It’s the last full week of the Summer 2017 A To Z! Four more essays and I’ll have completed this project and curl up into a word coma. But I’m not there yet. Today’s request is another from Gaurish, who’s given me another delightful topic to write about. Gaurish hosts a fine blog, **For the love of Mathematics**, which I hope you’ve given a try.

# Well-Ordering Principle.

An old mathematics joke. Or paradox, if you prefer. What is the smallest whole number with no interesting properties?

Not one. That’s for sure. We could talk about one forever. It’s the first number we ever know. It’s the multiplicative identity. It divides into everything. It exists outside the realm of prime or composite numbers. It’s — all right, we don’t *need* to talk about one forever. Two? The smallest prime number. The smallest even number. The only even prime. The only — yeah, let’s move on. Three; the smallest odd prime number. Triangular number. One of only two prime numbers that isn’t one more or one less than a multiple of six. Let’s move on. Four. A square number. The smallest whole number that isn’t 1 or a prime. Five. Prime number. First sum of two prime numbers. Part of the first prime pair. Six. Smallest perfect number. Smallest product of two different prime numbers. Let’s move on.

And so on. Somewhere around 22 or so, the imagination fails and we can’t think of anything not-boring about this number. So we’ve found the first number that hasn’t got any interesting properties! … Except that being the smallest boring number must be interesting. So we have to note that this is otherwise the smallest boring number except for that bit where it’s interesting. On to 23, which used to be the default funny number. 24. … Oh, carry on. Maybe around 31 things settle down again. Our first boring number! Except that, again, being the smallest boring number is interesting. We move on to 32, 33, 34. When we find one that couldn’t be interesting, we find that’s interesting. We’re left to conclude there is no such thing as a boring number.

This would be a nice thing to say for numbers that otherwise get no attention, if we pretend they can have hurt feelings. But we do have to admit, 1729 is actually only interesting because it’s a part of the legend of Srinivasa Ramanujan. Enjoy the silliness for a few paragraphs more.

(This is, if I’m not mistaken, a form of the heap paradox.
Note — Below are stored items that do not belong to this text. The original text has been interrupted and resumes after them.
Outside references used here:
- numpy's mean/std/percentile and scipy.stats (describe, median_abs_deviation) on the same
  numbers with the NaN rows removed by the test itself;
- scipy.spatial.distance.pdist for the largest pairwise distance (all pairs, no hull);
- colour-science's ``xy_to_Luv_uv`` for the CIE 1976 (u', v') transform;
- hand-made lots whose answers follow from the definitions (identical samples -> zero spread,
  a point one known Δx from an ellipse centre -> sqrt(g11)·Δx steps, ...).
"""

from __future__ import annotations

import numpy as np
import pytest
from scipy import stats
from scipy.spatial.distance import pdist

from lumeval.lots import pairwise
from lumeval.lots import statistics as lot

RNG = np.random.default_rng(4)


def _lot_xy(n, rng=RNG, centre=(0.4339, 0.4033), sd=0.0012):
    return np.column_stack([rng.normal(centre[0], sd, n), rng.normal(centre[1], sd, n)])


# --------------------------------------------------------------------------- describe


@pytest.mark.parametrize("ddof", [0, 1])
def test_describe_matches_numpy_and_scipy(ddof):
    a = RNG.normal(80.0, 3.0, size=(257, 4))
    a[[3, 50, 51], 1] = np.nan  # undefined samples in one figure
    a[:, 3] = np.nan  # a figure undefined everywhere
    d = lot.describe(a, ddof=ddof)
    for j in range(3):
        col = a[:, j][np.isfinite(a[:, j])]
        s = stats.describe(col, ddof=ddof)
        assert d["count"][j] == col.size == s.nobs
        assert d["undefined"][j] == a.shape[0] - col.size
        assert d["mean"][j] == pytest.approx(s.mean, rel=1e-13)
        assert d["std"][j] == pytest.approx(np.sqrt(s.variance), rel=1e-12)
        assert d["min"][j] == s.minmax[0] and d["max"][j] == s.minmax[1]
        # Hyndman & Fan (1996) definition 7, written out independently from the order statistics
        xs = np.sort(col)
        for p, key in ((0.05, "p05"), (0.95, "p95"), (0.5, "median")):
            h = (xs.size - 1) * p
            lo = int(np.floor(h))
            expect = xs[lo] + (h - lo) * (xs[min(lo + 1, xs.size - 1)] - xs[lo])
            assert d[key][j] == pytest.approx(expect, rel=1e-13)
            assert d[key][j] == pytest.approx(stats.scoreatpercentile(col, 100 * p), rel=1e-13)
    assert d["count"][3] == 0
    for key in ("mean", "std", "min", "max", "median", "p05", "p95"):
        assert np.isnan(d[key][3])


def test_std_undefined_for_single_sample_with_ddof1():
    d = lot.describe(np.array([[5.0]]), ddof=1)
    assert d["mean"][0] == 5.0 and np.isnan(d["std"][0])
    d0 = lot.describe(np.array([[5.0]]), ddof=0)
    assert d0["std"][0] == 0.0


# --------------------------------------------------------------------------- chromaticity


def test_upvp_matches_colour_science(colour):
    xy = _lot_xy(50)
    np.testing.assert_allclose(lot.upvp_from_xy(xy), colour.xy_to_Luv_uv(xy), rtol=0, atol=1e-15)
    np.testing.assert_allclose(lot.xy_from_upvp(colour.xy_to_Luv_uv(xy)), xy, rtol=0, atol=1e-15)


def test_centroid_and_delta_against_numpy():
    up = lot.upvp_from_xy(_lot_xy(300))
    up[7] = np.nan
    c = lot.chromaticity_centroid(up)
    ok = np.all(np.isfinite(up), axis=1)
    np.testing.assert_allclose(c, np.mean(up[ok], axis=0), rtol=1e-14)
    d = lot.delta_upvp(up, c)
    np.testing.assert_allclose(d[ok], np.linalg.norm(up[ok] - c, axis=1), rtol=1e-13)
    assert np.isnan(d[7])


@pytest.mark.parametrize("n", [2, 3, 10, 500, 5000])
def test_max_pairwise_distance_equals_all_pairs(n):
    rng = np.random.default_rng(n)
    P = rng.normal(size=(n, 2)) * [0.002, 0.001]
    dmax, i, j = lot.max_pairwise_distance(P)
    ref = pdist(P).max()
    assert dmax == pytest.approx(ref, rel=1e-12)
    assert np.linalg.norm(P[i] - P[j]) == pytest.approx(ref, rel=1e-12)
    assert lot.max_pairwise_distance_bruteforce(P, chunk=97) == pytest.approx(ref, rel=1e-12)


def _diameter_scipy(P: np.ndarray) -> float:
    """Reference diameter: scipy's ConvexHull (Qhull), then scipy's cdist between its vertices,
    a block of rows at a time (an independent library; the diameter is a hull-vertex pair)."""
    from scipy.spatial import ConvexHull
    from scipy.spatial.distance import cdist

    H = P[ConvexHull(P).vertices]
    return max(float(cdist(H[k: k + 2000], H).max()) for k in range(0, H.shape[0], 2000))


@pytest.mark.parametrize("shape", ["cloud", "circle", "square grid", "two clusters", "disc"])
def test_max_pairwise_distance_large_sets_against_scipy_hull(shape, monkeypatch):
    """20,000 points: after the octagon filter the pairs are compared directly ("cloud", "two
    clusters"), after the finer 32- and 256-gon filters ("disc": about 2,000 points are left
    around the octagon), or through Qhull and rotating calipers when nearly every point is a
    hull vertex ("circle": all 20,000); "square grid": hull points on the octagon's edges, ties.
    Reference: scipy's ConvexHull and cdist over its vertices."""
    rng = np.random.default_rng(7)
    n = 20_000
    if shape == "cloud":
        P = 0.2 + rng.normal(size=(n, 2)) * [0.002, 0.001]
    elif shape == "circle":
        t = rng.uniform(0, 2 * np.pi, n)
        P = np.column_stack([0.3 + 0.01 * np.cos(t), 0.4 + 0.01 * np.sin(t)])
    elif shape == "square grid":
        g = np.arange(142) * 1e-4
        P = np.array([(a, b) for a in g for b in g])[:n]
    elif shape == "disc":
        r, t = np.sqrt(rng.uniform(0, 1, n)), rng.uniform(0, 2 * np.pi, n)
        P = np.column_stack([0.2 + 0.01 * r * np.cos(t), 0.45 + 0.01 * r * np.sin(t)])
        assert pairwise._outside_octagon(P).size > pairwise.BRUTE_FORCE_POINTS  # the case the finer filters are for
    else:
        P = np.vstack([rng.normal(size=(n // 2, 2)) * 1e-4 + [0.2, 0.5], rng.normal(size=(n // 2, 2)) * 1e-4 + [0.25, 0.45]])
    P = P[rng.permutation(P.shape[0])]
    hull, calipers = [], []
    monkeypatch.setattr(pairwise, "_hull_vertices", lambda Q, real=pairwise._hull_vertices: hull.append(1) or real(Q))
    monkeypatch.setattr(pairwise, "_calipers", lambda H, real=pairwise._calipers: calipers.append(1) or real(H))
    d, i, j = lot.max_pairwise_distance(P)
    ref = _diameter_scipy(P)
    assert d == pytest.approx(ref, rel=1e-12)
    assert np.linalg.norm(P[i] - P[j]) == pytest.approx(ref, rel=1e-12)
    assert bool(hull) == bool(calipers) == (shape == "circle")  # the filters leave few points except on a circle


@pytest.mark.parametrize("seed", range(40))
def test_calipers_farthest_pair_of_convex_polygons(seed):
    """Rotating calipers over convex polygons (counter-clockwise, from scipy's ConvexHull) against
    scipy's pdist over all vertex pairs: random points on ellipses, on a coarse grid (parallel
    edges, ties) and in a cloud."""
    from scipy.spatial import ConvexHull

    rng = np.random.default_rng(seed)
    n = int(rng.integers(3, 80))
    if seed % 3 == 0:
        t = rng.uniform(0, 2 * np.pi, n)
        P = np.column_stack([rng.uniform(0.5, 2) * np.cos(t), np.sin(t)])
    elif seed % 3 == 1:
        P = rng.integers(0, 5, (n + 3, 2)).astype(float)
        P[:3] = [[0, 0], [4, 0], [0, 4]]  # never collinear
    else:
        P = rng.normal(size=(n, 2))
    H = P[ConvexHull(P).vertices]
    a, b = pairwise._calipers(H)
    assert np.linalg.norm(H[a] - H[b]) == pytest.approx(pdist(H).max(), rel=1e-12)


def test_max_pairwise_distance_of_points_on_a_circle_in_bounded_memory():
    """50,000 points on a circle are all hull vertices: comparing every pair would need a
    50,000 x 50,000 table (37 GB); the rotating calipers need memory proportional to the points.
    Reference: the diameter of a circle of radius 0.01 is 0.02 (to the points' angular spacing)."""
    import tracemalloc

    t = np.linspace(0, 2 * np.pi, 50_000, endpoint=False)
    P = np.column_stack([0.3 + 0.01 * np.cos(t), 0.4 + 0.01 * np.sin(t)])
    P = P[np.random.default_rng(3).permutation(P.shape[0])]
    tracemalloc.start()
    try:
        d, i, j = lot.max_pairwise_distance(P)
        peak = tracemalloc.get_traced_memory()[1]
    finally:
        tracemalloc.stop()
    assert d == pytest.approx(0.02, rel=1e-9)
    assert np.linalg.norm(P[i] - P[j]) == pytest.approx(d, rel=1e-12)
    assert peak < 100e6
Don’t remember that? Start with a heap of sand. Remove one grain; you’ve still got a heap of sand. Remove one grain again. Still a heap of sand. Remove another grain. Still a heap of sand. And yet if you did this *enough* you’d leave one or two grains, *not* a heap of sand. Where does that change?)

Another problem, something you might consider right after learning about fractions. What’s the smallest positive number? Not one-half, since one-third is smaller and still positive. Not one-third, since one-fourth is smaller and still positive. Not one-fourth, since one-fifth is smaller and still positive. Pick any number you like and there’s something smaller and still positive. This is a difference between the positive integers and the positive real numbers. (Or the positive rational numbers, if you prefer.) The thing positive integers have is obvious, but it is not a given.

The difference is that the positive integers are well-ordered, while the positive real numbers aren’t. Well-ordering we build on ordering. Ordering is exactly what you imagine it to be. Suppose you can say, for any two things in a set, which one is less than another. A set is well-ordered if whenever you have a non-empty subset you can pick out the smallest element. Smallest means exactly what you think, too.

The positive integers are well-ordered. And more. The way they’re set up, they have a property called the “well-ordering principle”. This means any non-empty set of positive integers has a smallest number in it.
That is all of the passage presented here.